Um amargor se espalhou em seu rosto. Dane soltou um suspiro profundo, como se sentisse o peito apertado, e franziu o cenho. Parecia extremamente difícil para ele revelar a verdade; ele manteve a boca fechada por um tempo, sem conseguir dizer mais nada. Só depois de passar a mão pela testa e soltar um suspiro pesado, é que finalmente conseguiu confessar, com a voz quebrada:
— No dia em que ela entrou no ciclo de calor…, foi estuprada por desconhecidos.
Os olhos de Grayson vacilaram. Ainda assim, Dane continuou falando em um tom baixo e abafado:
— Pegaram os culpados. Mas eles disseram que ela queria aquilo. E como ela estava no cio, o tribunal aceitou a versão deles. Minha mãe dizia que tinha sido estupro, mas seus depoimentos foram considerados inconsistentes, então foram considerados pouco confiáveis e acabaram rejeitados. Acho que era inevitável, por causa do cio. A memória dela estava confusa, e a corte não reconheceu como estupro.
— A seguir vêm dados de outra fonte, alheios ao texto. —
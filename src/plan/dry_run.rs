//! One proposal tried on one chain: its gates made in the overlay and measured.
//!
//! No figure here is a formula. The gates are those the writer would make: a
//! new gate that nothing reaches is not counted, every real net is a gate of its
//! own in BLIF (in either polarity; a net equal to an operand or a constant is a
//! buffer, inverter or constant) and no gate in AIGER, where readers are
//! redirected. Depth comes from the new arrivals at the replaced nets, the fixed
//! tails behind them and the longest paths beside the chain, which together are
//! every path there is, since no operand depends on a replaced net.

use super::made::Made;
use super::overlay::{GateStyle, Literal, Node, Overlay};
use super::retime::Retimed;
use super::site::Site;
use crate::netlist::{GateId, NetId};
use crate::network::{CarryNetwork, Propagate, build};
use crate::timing::{End, EndGroup, NEVER, PathKind};
use rustc_hash::FxHashMap;

/// What becomes of the longest path of one kind.
#[derive(Clone, Copy, PartialEq, Eq, Debug)]
pub struct KindChange {
    /// The kind.
    pub kind: PathKind,
    /// Its longest path today.
    pub before: i32,
    /// Its longest path with the proposal.
    pub after: i32,
    /// The longest path through the chain's new results, if one leads through.
    pub through: Option<i32>,
}

impl KindChange {
    /// Whether the chain is on a longest path of the kind afterwards.
    pub fn chain_is_on_it(&self) -> bool {
        self.through == Some(self.after)
    }
}

/// The figures of one proposal.
#[derive(Clone, PartialEq, Eq, Debug)]
pub struct Estimate {
    /// Latest result of the chain today.
    pub chain_before: i32,
    /// Latest result of the chain with the proposal.
    pub chain_after: i32,
    /// Longest path of the block today.
    pub block_before: i32,
    /// Longest path of the block with the proposal.
    pub block_after: i32,
    /// Every path kind that occurs today.
    pub kinds: Vec<KindChange>,
    /// New gates.
    pub gates_added: usize,
    /// Gates that go; `gates_after = gates_before + added − removed`.
    pub gates_removed: usize,
    /// New gates, a k-input gate counted k − 1.
    pub gate_equivalents_added: usize,
    /// Removed gates, counted the same.
    pub gate_equivalents_removed: usize,
    /// Most inputs of a new gate.
    pub largest_fan_in: usize,
    /// Most readers of a new gate.
    pub largest_fan_out: usize,
}

/// The path that is longest with a proposal.
#[derive(Clone, Copy, PartialEq, Eq, Debug)]
pub struct TakesOver {
    /// Its kind.
    pub kind: PathKind,
    /// Where it ends.
    pub end: End,
    /// Whether it still leads through the chain.
    pub through_chain: bool,
}

/// A proposal as made in the overlay.
pub struct DryRun<'s, 'a> {
    pub(super) site: &'s Site<'a>,
    pub(super) overlay: Overlay,
    /// What each needed net of the site becomes.
    pub(super) literals: Vec<Literal>,
    pub(super) made: Made,
    /// Gates removed beyond the site's.
    pub(super) swept: Vec<GateId>,
    pub(super) carries: Vec<Literal>,
    /// The times under load, where the model asks for them.
    retimed: Option<Retimed>,
    estimate: Estimate,
}

impl<'s, 'a> DryRun<'s, 'a> {
    /// Makes `network` for the chain of `site`.
    pub fn of(site: &'s Site<'a>, network: &CarryNetwork, propagate: Propagate) -> Self {
        let mut run = Self::sketch(site, network, propagate);
        run.retime();
        run
    }

    /// The same without timing again what changes its load: where delay depends on
    /// load, everything that stays keeps the delay it has today and new gates have
    /// that of an assumed load. Good for telling apart what to look at.
    pub(super) fn sketch(site: &'s Site<'a>, network: &CarryNetwork, propagate: Propagate) -> Self {
        let mut overlay = site.base.clone();
        let limits = site.ground.settings.limits();
        let built = build(network, &site.addends, limits, propagate, &mut overlay);
        let literals: Vec<Literal> = site
            .needed
            .iter()
            .map(|needed| {
                let role = needed.role;
                let list = if role.carry {
                    &built.carries
                } else {
                    &built.sums
                };
                list[role.position].invert_if(site.negated != role.inverted)
            })
            .collect();
        let carries = built.carries;
        let carries = carries.iter().map(|c| c.invert_if(site.negated)).collect();
        let made = Made::of(&overlay, &literals);
        let reads = made.reads(&overlay, &literals);
        let swept = site.sweep_unread(|net| reads.binary_search(&net).is_ok());
        let mut run = Self {
            site,
            overlay,
            literals,
            made,
            swept,
            carries,
            retimed: None,
            estimate: Estimate {
                chain_before: NEVER,
                chain_after: NEVER,
                block_before: site.ground.timing.longest(),
                block_after: 0,
                kinds: Vec::new(),
                gates_added: 0,
                gates_removed: 0,
                gate_equivalents_added: 0,
                gate_equivalents_removed: 0,
                largest_fan_in: 0,
                largest_fan_out: 0,
            },
        };
        run.count_gates();
        run.measure_depth();
        run
    }

    fn retime(&mut self) {
        let Some(retimed) = Retimed::of(self) else {
            return;
        };
        self.estimate.chain_after = retimed.chain_after;
        self.estimate.kinds = retimed.changes(self);
        let after = self.estimate.kinds.iter().map(|change| change.after);
        self.estimate.block_after = after.max().unwrap_or(0);
        self.retimed = Some(retimed);
    }

    /// By node that needed nets are gates of: the first of them, by its place in
    /// the site's list, and whether it shows the node inverted. None in AIGER,
    /// where readers are redirected.
    pub(super) fn first_nets(&self) -> FxHashMap<Node, (usize, bool)> {
        let mut first: FxHashMap<Node, (usize, bool)> = FxHashMap::default();
        if self.overlay.style() != GateStyle::AndInverter {
            for (index, literal) in self.literals.iter().enumerate() {
                let entry = first.entry(literal.node());
                entry.or_insert((index, literal.is_inverted()));
            }
        }
        first
    }

    /// The figures.
    pub fn estimate(&self) -> &Estimate {
        &self.estimate
    }

    /// When the carry out of each position is ready; `None` for constants.
    pub fn carry_arrivals(&self) -> Vec<Option<i32>> {
        use crate::network::GateSink;
        if let Some(retimed) = &self.retimed {
            return retimed.carries.clone();
        }
        let times = self.carries.iter().map(|&c| self.overlay.arrival(c));
        times.map(|time| (time != NEVER).then_some(time)).collect()
    }

    fn count_gates(&mut self) {
        let netlist = self.site.ground.netlist;
        let count = self.made.count(&self.overlay, &self.literals);
        let equivalents = |gate: GateId| netlist.fan_ins(gate).len().saturating_sub(1);
        // A sum does not depend on the order of the set.
        #[allow(clippy::iter_over_hash_type)]
        for &gate in &self.site.removed {
            self.estimate.gate_equivalents_removed += equivalents(gate);
        }
        for &gate in &self.swept {
            self.estimate.gate_equivalents_removed += equivalents(gate);
        }
        self.estimate.gates_removed = self.site.removed.len() + self.swept.len();
        self.estimate.gates_added = count.gates;
        self.estimate.gate_equivalents_added = count.equivalents;
        self.estimate.largest_fan_in = count.largest_fan_in;
        let uses = self.site.needed.iter().map(|needed| needed.uses);
        let shown: Vec<(Literal, u32)> = self.literals.iter().copied().zip(uses).collect();
        self.estimate.largest_fan_out = self.made.largest_fan_out(&self.overlay, &shown);
    }

    /// When each needed net is ready if the existing nets are as `by_net` says.
    fn needed_arrivals(&self, by_net: &[i32]) -> Vec<i32> {
        let times = self.overlay.arrivals(|net| by_net[net.index()]);
        let at = |&literal: &Literal| self.overlay.shown_arrival(literal, &times);
        self.literals.iter().map(at).collect()
    }

    fn measure_depth(&mut self) {
        let site = self.site;
        let before = site.needed.iter().map(|needed| site.arrival(needed.net));
        self.estimate.chain_before = before.max().unwrap_or(NEVER);
        let after = self.needed_arrivals(&site.ground.timing.arrivals.by_net);
        self.estimate.chain_after = after.into_iter().max().unwrap_or(NEVER);
        for (start, by_net) in site.starts() {
            let times = self.needed_arrivals(by_net);
            for &(end, ref tails) in &site.tails {
                let kind = PathKind { start, end };
                let Some(today) = site.ground.timing.kind(kind) else {
                    continue;
                };
                let through = site
                    .needed
                    .iter()
                    .zip(&times)
                    .filter(|&(_, &time)| time != NEVER)
                    .filter_map(|(needed, time)| Some(time + tails.get(&needed.net)?))
                    .max();
                let beside = site.beside.iter().find(|each| each.kind == kind);
                let beside = beside.and_then(|each| each.longest);
                let after = through.max(beside.map(|(time, _)| time));
                self.estimate.kinds.push(KindChange {
                    kind,
                    before: today.longest,
                    after: after.unwrap_or(0),
                    through,
                });
            }
        }
        self.estimate
            .kinds
            .sort_unstable_by_key(|change| change.kind);
        let after = self.estimate.kinds.iter().map(|change| change.after);
        self.estimate.block_after = after.max().unwrap_or(0);
    }

    /// The path of `kind` that is longest with the proposal: one beside the
    /// chain where it is as long.
    pub fn takes_over(&self, kind: PathKind) -> Option<TakesOver> {
        let change = self.estimate.kinds.iter().find(|each| each.kind == kind)?;
        if let Some(retimed) = &self.retimed {
            let paths = retimed.kinds.iter().find(|each| each.kind == kind)?;
            let beside = paths.beside.filter(|&(time, _)| time == change.after);
            let (_, end) = beside.or(paths.through)?;
            return Some(TakesOver {
                kind,
                end,
                through_chain: beside.is_none(),
            });
        }
        let beside = self.site.beside.iter().find(|each| each.kind == kind)?;
        if let Some((time, end)) = beside.longest
            && time == change.after
        {
            return Some(TakesOver {
                kind,
                end,
                through_chain: false,
            });
        }
        let (_, by_net) = self.site.starts().find(|&(start, _)| start == kind.start)?;
        let times = self.needed_arrivals(by_net);
        let net = self.latest_through(&times, kind.end, change.through?)?;
        Some(TakesOver {
            kind,
            end: self.site.end_behind(net, kind.end)?,
            through_chain: true,
        })
    }

    fn latest_through(&self, times: &[i32], group: EndGroup, length: i32) -> Option<NetId> {
        let (_, tails) = self.site.tails.iter().find(|(each, _)| *each == group)?;
        let nets = self.site.needed.iter().zip(times);
        nets.filter(|&(_, &time)| time != NEVER)
            .find(|(needed, time)| tails.get(&needed.net).is_some_and(|t| *time + t == length))
            .map(|(needed, _)| needed.net)
    }
}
A única verdade incontestável, apesar das alegações contraditórias, era que ela era uma ômega. E estava no cio naquele momento.
— Eu também não sei qual é a verdade. Mas o que é certo é que, por causa disso, ela engravidou… e me teve.
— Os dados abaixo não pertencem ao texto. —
struct Search<'g, 'p> {
    ground: &'g Ground<'g>,
    chains: &'p [Chain],
    /// By chain: what it may take; none where it is not planned.
    pools: Vec<Option<Pool>>,
    /// By chain: what its own plan recommends.
    own: Vec<Option<usize>>,
    results: Results,
    target: Vec<PathKind>,
    /// The site of the last set of chains; most choices in a row share it.
    site: Option<(Vec<usize>, SetSite<'g>)>,
    known: BTreeMap<Choice, Option<Outcome>>,
    work: usize,
    stopped: bool,
}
〈Por sua causa… Se não fosse por você…!〉
Subitamente, o grito estridente que tantas vezes o atormentava voltou a ecoar em seus ouvidos. Com um tom cheio de amargura, Dane perguntou:
— Agora você entende por que ela me odiava tanto?
Seu único filho acabava sendo, infelizmente, a prova viva da violência brutal que ela sofreu. Alguém a quem ela não conseguia deixar de amar por ser seu próprio sangue, mas que, ao mesmo tempo, também odiava, por fazê-la lembrar de um passado insuportável. Algo tão precioso… e ao mesmo tempo tão agonizante.
⟨Meu filho.⟩
Depois que soube da verdade, Dane também entendeu por que ela tentou matá-lo. Quando descobriu que ele havia se manifestado como ômega, ela deve ter enlouquecido. As lembranças daquele pesadelo voltaram todas à tona, e ela deve ter pensado que seu filho passaria pelas mesmas coisas que ela…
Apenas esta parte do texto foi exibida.